Coastal ecosystems, including reefs, are becoming increasingly threatened as anthropogenic development continues to encroach on intertidal habitats with little initiative to establish ecologically considerate infrastructure. Submerging human-made, shelter-providing structures known as artificial reefs (AR) can contribute to the preservation of these ecosystems. ARs are historically used for promoting the abundance and biodiversity of marine species for aquaculture, conservation, and ecotourism; and are typically made of concretes or metal structures. An AR’s success correlates to its ability to establish a surface layer of microorganisms, such as microalgae and bacteria, known as a biofilm. The productivity of the biofilm can be influenced by material surface properties. It is hypothesized that material pH and porosity affect the rate of biofilm formation.

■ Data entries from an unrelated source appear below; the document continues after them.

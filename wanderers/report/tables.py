"""Tables for the terminal: at most 100 columns wide, rounded to what people read."""

from __future__ import annotations

import textwrap
from collections.abc import Callable, Iterator
from itertools import zip_longest
from typing import IO, Any, Final

import polars as pl

from wanderers import schema
from wanderers.ephemeris.bodies import Body
from wanderers.ephemeris.frames import Frame
from wanderers.report import outlook_table, site_tables
from wanderers.report.names import label
from wanderers.site.summary import counted

WIDTH: Final = 100
NARROWEST: Final = 12
GAP: Final = "  "
Cell = Callable[[Any], str]


def print_table(table: pl.DataFrame, heading: str, stream: IO[str]) -> None:
    """Print a table under its heading; which columns are shown follows from its kind.

    Laid out here: a library's table of two thousand rows would take longer than finding the events.
    """
    stream.write(textwrap.fill(heading, WIDTH) + "\n")
    if table.is_empty():
        stream.write("Nothing found.\n")
        return
    layout = _layout(table)
    columns = [[title, *cell(table)] for title, cell, _ in layout]
    numeric = [is_numeric for _, _, is_numeric in layout]
    stream.writelines(_lines(columns, numeric))


def _lines(columns: list[list[str]], numeric: list[bool]) -> Iterator[str]:
    """Yield the lines of a table: numbers to the right, words to the left, the widest words wrapped."""
    widths = [max(map(len, column)) for column in columns]
    excess = sum(widths) + len(GAP) * (len(widths) - 1) - WIDTH
    if excess > 0:
        widest = max((w, n) for n, w in enumerate(widths) if not numeric[n])[1]
        widths[widest] = max(widths[widest] - excess, NARROWEST)
    for row in zip(*columns, strict=True):
        wrapped = [
            [text] if len(text) <= width else textwrap.wrap(text, width)
            for text, width in zip(row, widths, strict=True)
        ]
        for line in zip_longest(*wrapped, fillvalue=""):
            cells = (
                text.rjust(width) if right else text.ljust(width)
                for text, width, right in zip(line, widths, numeric, strict=True)
            )
            yield GAP.join(cells).rstrip() + "\n"


def almanac_heading(table: pl.DataFrame, kernel: str) -> str:
    """Say what an event table is."""
    return (
        f"{counted(table.height, 'event')}, geocentric, apparent places from {kernel}; times in UTC; "
        "angles in degrees of date"
    )


def side_by_side_heading(table: pl.DataFrame, kernel: str) -> str:
    """Say what a table of definitions side by side is."""
    return (
        f"{counted(table.height, 'row')}, a station or an approach each, geocentric, from {kernel}: "
        "hours by which each other definition's instant is later than the one in longitude"
    )


def seasons_heading(table: pl.DataFrame, kernel: str) -> str:
    """Say what a season table is."""
    return f"{counted(table.height, 'retrograde season')}, geocentric, from {kernel}; dates in UTC"


def gatherings_heading(table: pl.DataFrame, kernel: str) -> str:
    """Say what a table of gatherings is."""
    return (
        f"{counted(table.height, 'gathering')}, geocentric, from {kernel}; times in UTC; Circle is the "
        "diameter of the smallest circle, Arc the stretch of longitude, Sun the least elongation, in degrees"
    )


def track_heading(table: pl.DataFrame, body: Body, kernel: str) -> str:
    """Say what a time series is."""
    rows = counted(table.height, "row")
    return f"{body.label}, {rows}, geocentric, apparent places from {kernel}; times in UTC"


Column = tuple[str, Callable[[pl.DataFrame], list[str]], bool]


def _layout(table: pl.DataFrame) -> list[Column]:
    """Return title, cells and whether the column is numeric, for the kind of table this is."""
    if "least_elongation_deg" in table.columns:
        return GATHERINGS + (STANDING if "better_before_utc" in table.columns else [])
    if "least_separation_utc" in table.columns:
        return SIDE_BY_SIDE
    if schema.conforms(table, schema.EVENT_COLUMNS) and "verdict" in table.columns:
        return SITE_EVENTS
    if schema.conforms(table, schema.EVENT_COLUMNS):
        return EVENTS if "better_before_utc" not in table.columns else [*EVENTS[:4], *STANDING]
    if "dark_hours_rank" in table.columns:
        return outlook_table.LAYOUT
    if schema.conforms(table, schema.SEASON_COLUMNS) and "verdict" in table.columns:
        return _with_frame(SITE_SEASONS, table)
    if schema.conforms(table, schema.SEASON_COLUMNS):
        return _with_frame(SEASONS, table)
    if schema.conforms(table, schema.TRACK_COLUMNS):
        return TRACK
    return [(name, _texts(name, str), table.schema[name].is_numeric()) for name in table.columns]


def _with_frame(layout: list[Column], table: pl.DataFrame) -> list[Column]:
    """Return a layout of seasons that names the frame, unless all are of the usual one."""
    if (table["frame"] == Frame.ECLIPTIC.value).all():
        return layout
    return [layout[0], ("Frame", _texts("frame", FRAME_WORDS.__getitem__), False), *layout[1:]]


def _texts(name: str, cell: Cell) -> Callable[[pl.DataFrame], list[str]]:
    """Return a function that prints one column, nothing where it is null."""
    return lambda table: ["" if value is None else cell(value) for value in table[name].to_list()]


def _fixed(name: str, decimals: int) -> Callable[[pl.DataFrame], list[str]]:
    return _texts(name, lambda value: f"{value:.{decimals}f}".replace("-", "−"))


def _minutes(name: str) -> Callable[[pl.DataFrame], list[str]]:
    """Return a function that prints a column of ISO instants to the minute, rounded, nothing where null."""
    return lambda table: [text or "" for text in minutes(table[name])]


def minutes(instants: pl.Series) -> pl.Series:
    """Return ISO instants to the minute, rounded; years outside 0 to 9999 are cut instead."""
    plain = instants.str.strip_suffix("Z")
    parsed = plain.str.to_datetime("%Y-%m-%dT%H:%M:%S%.f", strict=False)
    rounded = parsed.dt.round("1m").dt.to_string("%Y-%m-%d %H:%M")
    cut = plain.str.replace("T", " ").str.replace(r":[0-9.]+$", "")
    return rounded.zip_with(rounded.is_not_null(), cut)


def _day(value: str) -> str:
    return value.split("T")[0]


def _what(table: pl.DataFrame) -> list[str]:
    return [describe(row) for row in table.select(*_DESCRIBED).iter_rows(named=True)]


def _what_from_site(table: pl.DataFrame) -> list[str]:
    """Return what happens, and what is seen of it."""
    seen = [site_tables.verdict_words(row) for row in table.iter_rows(named=True)]
    return [f"{what}: {words}" for what, words in zip(_what(table), seen, strict=True)]


_DESCRIBED: Final = ("kind", "detail", "body", "other", "frame")
FRAME_WORDS: Final = {"ecliptic": "in longitude", "equator": "in RA", "j2000": "against the stars"}


def describe(event: dict[str, Any]) -> str:
    """Return what happens, in a few words."""
    body, other = label(event["body"]), label(event["other"] or "")
    frame = FRAME_WORDS.get(event["frame"] or "", "")
    detail = (event["detail"] or "").replace("_", " ")
    kind = event["kind"]
    if kind == "station":
        return f"{body} turns {detail} {frame}"
    if kind == "conjunction":
        return f"{body} – {other} conjunction {frame}"
    if kind == "appulse":
        return f"{body} – {other} {'closest, no conjunction' if detail == 'quasi' else 'closest'}"
    if kind == "solar_conjunction":
        return " ".join(filter(None, (body, detail, "conjunction with the Sun")))
    if kind == "quadrature":
        return f"{body} quadrature {detail}"
    if kind == "greatest_elongation":
        return f"{body} greatest elongation {detail}"
    return _describe_rest(kind, body, other, detail)


def _gathered(detail: str) -> str:
    return ", ".join(label(name) for name in detail.split("+"))


def _describe_rest(kind: str, body: str, other: str, detail: str) -> str:
    """Return the words for kinds that need no frame."""
    words = {
        "moon_phase": f"{detail.capitalize()} Moon" if detail in ("new", "full") else detail.capitalize(),
        "season_point": " ".join(reversed(detail.split())).capitalize(),
        "gathering": f"Gathering of {_gathered(detail)}",
        "constellation_entry": f"{body} leaves {detail}",
        "node": f"{body} {detail} node",
        "occultation": f"{body} – {other} occultation",
        "transit": f"{body} transit of the Sun",
        "ring_plane_crossing": f"{body}'s ring plane crosses the {detail.capitalize()}",
    }
    return words.get(kind, " ".join(filter(None, (body, kind.replace("_", " "), other))))


EVENTS: Final[list[Column]] = [
    ("UTC", _minutes("utc"), False),
    ("What", _what, False),
    ("In", _texts("constellation", str), False),
    ("Separation", _fixed("separation_deg", 2), True),
    ("Elongation", _fixed("elongation_deg", 1), True),
    ("Mag", _fixed("magnitude", 1), True),
]

SITE_EVENTS: Final[list[Column]] = [
    ("Local", site_tables.local_instants, False),
    ("What", lambda table: _what_from_site(table), False),
    ("Evening", site_tables.evenings, False),
    ("Watch", site_tables.windows, False),
    ("Best", site_tables.best_times, False),
    ("Alt", site_tables.places, False),
]

STANDING: Final[list[Column]] = [
    ("Better before", _texts("better_before_utc", _day), False),
    ("Better after", _texts("better_after_utc", _day), False),
]

GATHERINGS: Final[list[Column]] = [
    ("UTC", _minutes("utc"), False),
    ("What", lambda table: [_gathered(detail) for detail in table["detail"]], False),
    ("In", _texts("constellation", str), False),
    ("Circle", _fixed("separation_deg", 2), True),
    ("Arc", _fixed("longitude_arc_deg", 2), True),
    ("Sun", _fixed("least_elongation_deg", 0), True),
]


def _compared(table: pl.DataFrame) -> list[str]:
    return [
        f"{label(row['body'])} turns {row['detail']}"
        if row["kind"] == "station"
        else f"{label(row['body'])} – {label(row['other'])}"
        for row in table.iter_rows(named=True)
    ]


def _later(name: str) -> Callable[[pl.DataFrame], list[str]]:
    """Return a function that prints how much later a definition's instant is, in hours."""
    return _texts(name, lambda hours: f"{hours:+.1f} h".replace("-", "−"))


SIDE_BY_SIDE: Final[list[Column]] = [
    ("What", _compared, False),
    ("In longitude, UTC", _minutes("longitude_utc"), False),
    ("In RA", _later("right_ascension_minus_longitude_hours"), True),
    ("J2000", _later("j2000_minus_longitude_hours"), True),
    ("Closest", _later("least_separation_minus_longitude_hours"), True),
    ("Least sep.", _fixed("least_separation_deg", 2), True),
]

SEASONS: Final[list[Column]] = [
    ("Planet", _texts("body", label), False),
    ("First pass", _texts("first_pass_start_utc", _day), False),
    ("Retrograde", _texts("station_retrograde_utc", _day), False),
    ("Middle", _texts("middle_utc", _day), False),
    ("Direct", _texts("station_direct_utc", _day), False),
    ("Last pass", _texts("third_pass_end_utc", _day), False),
    ("Arc", _fixed("arc_deg", 1), True),
    ("Days", _fixed("retrograde_days", 0), True),
    ("Path", _texts("path_shape", str), False),
    ("Mag", _fixed("peak_magnitude", 1), True),
]

SITE_SEASONS: Final[list[Column]] = [
    SEASONS[0],
    *SEASONS[2:5],
    ("Evening", site_tables.evenings, False),
    ("Best", site_tables.best_times, False),
    ("Alt", site_tables.places, False),
    (
        "What",
        site_tables.verdicts_and_cautions,
        False,
    ),
]

TRACK: Final[list[Column]] = [
    ("UTC", _minutes("utc"), False),
    ("Longitude", _fixed("longitude_deg", 3), True),
    ("Latitude", _fixed("latitude_deg", 3), True),
    ("Deg/day", _fixed("longitude_rate_deg_per_day", 3), True),
    ("au", _fixed("distance_au", 4), True),
    ("Elong", _fixed("elongation_deg", 1), True),
    ("Mag", _fixed("magnitude", 1), True),
    ("Size", _fixed("diameter_arcsec", 1), True),
    ("Lit", _fixed("illuminated_fraction", 2), True),
    ("In", _texts("constellation", str), False),
]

Here - a range of concrete mixtures were cast and submerged in circulating seawater and mass per surface area of biofilm accumulation was measured to evaluate this theory. These mixtures included standard Portland Cement (PC), PC with admixtures of diatomaceous earth (PDC) and limestone (PLC), fine-aggregate high-performance concrete (DUC), and terra cotta (TER). ARs were manufactured as 38mm tall cylinders, 76mm in diameter, and submerged in circulating seawater to evaluate mass per surface area of biofilm accumulation.
Our results indicate that biofilm formation is directly affected by surface porosity and less-so by pH, as determined by measuring material properties after submersion. We found that the PDC samples were most successful in forming a biofilm despite being more fragile than other concrete samples.
This preliminary study provides insight into how different material properties influence the accumulation of biofilm as a starting point for designing ARs. Future work will investigate the long-term performance of such samples in relevant conditions.